Warning: AME input PDBs require manual cleaning before use. Most bundled structures in ame_input_structures/ still need preparation. M0024_1nzy_v3.pdb is provided as a ready-to-use example of a correctly cleaned structure. Malformed inputs will cause silent evaluation errors or incorrect RMSD values.

Required cleaning steps

  1. Chain assignment: Ligand(s) must be on chain A, motif protein residues on chain B. If your source PDB has different chain assignments, re-chain accordingly.

  2. Residue naming: Set the ligand residue name to L:0. This prevents RF3 from reconstructing missing atoms from the CCD dictionary, which causes shape mismatches in RMSD computation.

  3. Remove metal ions (Zn, Mg, Fe, etc.): Strip all metal/ion atoms from the PDB. These are sometimes included by accident from the source structure and will interfere with generation and evaluation. In the task config, also remove any metal CCD codes from the ligand list (e.g., remove "ZN", "MG", "FE", "FE2", "MN").

  4. Update contig_atoms: Make sure the chain letters in contig_atoms match the re-chained structure (should reference chain B for motif residues).

Example: cleaning with atomworks

from atomworks.io import load_any, to_pdb_file

atom_array = load_any("M0024_1nzy.pdb")[0]

# Remove metal ions
metal_names = {"ZN"} #, "MG", "FE", "MN", "CA", "NA", "CU", "CO", "NI"}
metal_mask = [rn.strip() in metal_names for rn in atom_array.res_name]
atom_array = atom_array[~numpy.array(metal_mask)]

# Re-chain: ligand -> A, protein -> B
atom_array.chain_id[atom_array.hetero] = "A"
atom_array.chain_id[~atom_array.hetero] = "B"

# Rename ligand residues to L:0
ligand_mask = atom_array.chain_id == "A"
atom_array.res_name[ligand_mask] = "L:0"

to_pdb_file(atom_array, "M0024_1nzy_v3.pdb")
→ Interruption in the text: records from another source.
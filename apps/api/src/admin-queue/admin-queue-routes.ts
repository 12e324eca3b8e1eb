import { adminQueuePatchSchema, adminQueueSchema, workerInfoSchema } from '@halfdeep/contracts';
import { Router } from 'express';
import * as z from 'zod';
import { route } from '../http/route';
import { type AdminQueueService } from './admin-queue-service';

/** /admin/queue and /admin/workers. */
export function adminQueueRoutes({ adminQueue }: { adminQueue: AdminQueueService }): Router {
  const router = Router();
  route(
    router,
    {
      method: 'get',
      path: '/admin/queue',
      action: 'queue.read',
      summary: 'The cap on runs at once, what computes and what waits, in order',
      answer: adminQueueSchema,
    },
    ({ actor }) => adminQueue.read(actor),
  );
  route(
    router,
    {
      method: 'patch',
      path: '/admin/queue',
      action: 'queue.change',
      summary: 'Change the cap, pause intake, reorder what waits; takes effect at once',
      body: adminQueuePatchSchema,
      answer: adminQueueSchema,
    },
    async ({ body, actor, caller }) => {
      await adminQueue.change(body, caller);
      return adminQueue.read(actor);
    },
  );
  route(
    router,
    {
      method: 'get',
      path: '/admin/workers',
      action: 'workers.read',
      summary: 'The worker processes and what each computes',
      answer: z.array(workerInfoSchema),
    },
    () => adminQueue.workers(),
  );
  return router;
}
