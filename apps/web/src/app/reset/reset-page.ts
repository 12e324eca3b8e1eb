import { ChangeDetectionStrategy, Component, ElementRef, inject, linkedSignal, signal } from '@angular/core';
import { FormControl, FormGroup, ReactiveFormsModule } from '@angular/forms';
import { MatButton } from '@angular/material/button';
import { MatError, MatFormField, MatHint, MatLabel } from '@angular/material/form-field';
import { MatInput } from '@angular/material/input';
import { RouterLink } from '@angular/router';
import { MIN_PASSWORD_LENGTH, passwordResetRequestSchema, passwordSchema } from '@halfdeep/contracts';
import { firstValueFrom } from 'rxjs';
import { AddressToken } from '../core/address-token';
import { Api } from '../core/api';
import { bySchema, focusFirstWrong, messageOf, showFieldProblems } from '../core/forms';
import { type ApiProblem, toApiProblem } from '../core/problem';
import { ProblemMessage } from '../shared/problem-message/problem-message';

/** Asks for a link by mail; opened from such a link, sets the new password. */
@Component({
  selector: 'app-reset-page',
  imports: [
    MatButton,
    MatError,
    MatFormField,
    MatHint,
    MatInput,
    MatLabel,
    ProblemMessage,
    ReactiveFormsModule,
    RouterLink,
  ],
  templateUrl: './reset-page.html',
  styleUrl: '../sign-in/sign-in.scss',
  changeDetection: ChangeDetectionStrategy.OnPush,
})
export class ResetPage {
  private readonly api = inject(Api);
  private readonly host = inject<ElementRef<HTMLElement>>(ElementRef);
  private readonly fromAddress = inject(AddressToken).follow();
  /** The token in use; a link that is opened later in this tab takes the place of what stood here. */
  protected readonly token = linkedSignal(() => this.fromAddress());
  protected readonly minLength = MIN_PASSWORD_LENGTH;
  protected readonly messageOf = messageOf;
  protected readonly busy = signal(false);
  protected readonly problem = signal<ApiProblem | null>(null);
  protected readonly shown = signal<readonly string[]>([]);
  /** The token that set a password in this tab: its link may be opened once more, by the mail or by going back. */
  private spent: string | null = null;
  protected readonly done = linkedSignal<'asked' | 'changed' | 'spent' | null>(() => {
    const token = this.fromAddress();
    return token !== null && token === this.spent ? 'spent' : null;
  });

  protected readonly request = new FormGroup({
    email: new FormControl('', { nonNullable: true, validators: bySchema(passwordResetRequestSchema.shape.email) }),
  });
  protected readonly renewal = new FormGroup({
    password: new FormControl('', { nonNullable: true, validators: bySchema(passwordSchema) }),
  });

  protected askForLink(): Promise<void> {
    return this.send(this.request, '/api/password-resets', this.request.getRawValue(), 'asked');
  }

  protected setPassword(): Promise<void> {
    const token = this.token();
    const body = { token, ...this.renewal.getRawValue() };
    return this.send(this.renewal, '/api/password-resets/redeem', body, 'changed').then(() => {
      if (this.done() !== 'changed') return;
      this.spent = token;
      this.renewal.reset();
    });
  }

  /** A link that is used up or expired leads back to asking for another. */
  protected askAgain(): void {
    this.token.set(null);
    this.problem.set(null);
    this.done.set(null);
  }

  private async send(form: FormGroup, path: string, body: unknown, done: 'asked' | 'changed'): Promise<void> {
    form.markAllAsTouched();
    if (form.invalid) focusFirstWrong(this.host.nativeElement);
    if (form.invalid || this.busy()) return;
    this.busy.set(true);
    this.problem.set(null);
    try {
      await firstValueFrom(this.api.send('POST', path, body));
      this.done.set(done);
    } catch (error) {
      const problem = toApiProblem(error);
      this.shown.set(showFieldProblems(form, problem));
      this.problem.set(problem);
    } finally {
      this.busy.set(false);
    }
  }
}
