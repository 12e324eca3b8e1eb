import { type AdminQueue, type WorkerInfo } from '@halfdeep/contracts';
import { type RunLedger, type RunQueue } from '@halfdeep/queue';
import { Experiment, Run, type DeskDatabase } from '@halfdeep/store';
import { type AuditTrail } from '../audit/audit-trail';
import { InputError } from '../http/errors';
import { type Actor, type Caller } from '../policy/actor';
import { presentRuns, SUMMARY_COLUMNS } from '../runs/run-presenter';

interface QueuePatch {
  cap?: number;
  whenLowered?: 'drain' | 'checkpoint';
  paused?: boolean;
  order?: string[];
}

export interface AdminQueueParts {
  queue: RunQueue;
  ledger: RunLedger;
  desk: DeskDatabase;
  audit: AuditTrail;
}

/** The queue and the workers as an admin sees and moves them. */
export class AdminQueueService {
  private readonly queue: RunQueue;

  constructor(private readonly parts: AdminQueueParts) {
    this.queue = parts.queue;
  }

  async read(actor: Actor): Promise<AdminQueue> {
    const { cap, paused } = await this.queue.summary();
    const of = (state: 'running' | 'queued', column: string) =>
      Run.findAll({ where: { state }, attributes: SUMMARY_COLUMNS, order: [[column, 'ASC']] });
    return {
      cap,
      maxCap: this.queue.maxCap,
      paused,
      running: await presentRuns(await of('running', 'startedAt'), actor),
      waiting: await presentRuns(await of('queued', 'queueOrder'), actor),
    };
  }

  /** Everything asked takes effect before the answer. Throws InputError (422) for a cap that this machine does not take. */
  async change(patch: QueuePatch, by: Caller): Promise<void> {
    const done: string[] = [];
    if (patch.cap !== undefined && patch.cap > this.queue.maxCap) {
      const detail = `At most ${this.queue.maxCap} runs can compute at once here; ${patch.cap} arrived.`;
      throw new InputError(detail, [{ pointer: '/cap', detail }], 422);
    }
    if (patch.cap !== undefined || patch.whenLowered !== undefined) {
      const settings = await this.parts.ledger.settings();
      const cap = patch.cap ?? settings.cap;
      const whenLowered = patch.whenLowered ?? settings.whenLowered;
      await this.queue.setCap(cap, whenLowered);
      done.push(`cap ${settings.cap} → ${cap}, running work beyond it: ${whenLowered}`);
    }
    if (patch.order !== undefined) {
      await this.queue.reorder(patch.order);
      done.push(`order: ${patch.order.length} runs first`);
    }
    if (patch.paused !== undefined) {
      await this.queue.setPaused(patch.paused);
      done.push(patch.paused ? 'intake paused' : 'intake resumed');
    }
    if (done.length === 0) return;
    const note = { by, action: 'changed the queue', subject: 'queue', detail: done.join('; ') };
    await this.parts.desk.write((transaction) => this.parts.audit.record(note, transaction));
  }

  async workers(): Promise<WorkerInfo[]> {
    const workers = this.queue.workers();
    const runs = await Run.findAll({
      where: { id: workers.map((worker) => worker.runId) },
      attributes: ['id', 'label', 'experimentId'],
    });
    const experiments = await Experiment.findAll({
      where: { id: runs.map((run) => run.experimentId) },
      attributes: ['id', 'question'],
    });
    const byId = new Map(runs.map((run) => [run.id, run]));
    const questions = new Map(experiments.map((experiment) => [experiment.id, experiment.question]));
    return workers.flatMap(({ runId, startedAt, lastHeardAt, ...worker }) => {
      const run = byId.get(runId);
      if (!run) return []; // deleted while its worker still ends
      return [
        {
          ...worker,
          run: { id: run.id, label: run.label, question: questions.get(run.experimentId) ?? '' },
          startedAt: startedAt.toISOString(),
          lastHeardAt: lastHeardAt.toISOString(),
        },
      ];
    });
  }
}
Ligand naming for RF3 evaluation

RoseTTAFold3 (>=0.1.12, March 2026) reconstructs ligands from their CCD (Chemical Component Dictionary) code, adding back any atoms missing in the input PDB. If your ligand is incomplete (i.e., a substructure of the full CCD entry), RF3 will add the missing heavy atoms, causing a shape mismatch that breaks RMSD computation.

Setting ligand: "L:0" in the task config tells the pipeline to treat the ligand as a generic residue rather than resolving it from CCD, preserving the exact atom set from your input PDB. The M0024_1nzy_v3 entry in ame_dict_v2.yaml and its corresponding M0024_1nzy_v3.pdb are provided as a fully cleaned, ready-to-use reference.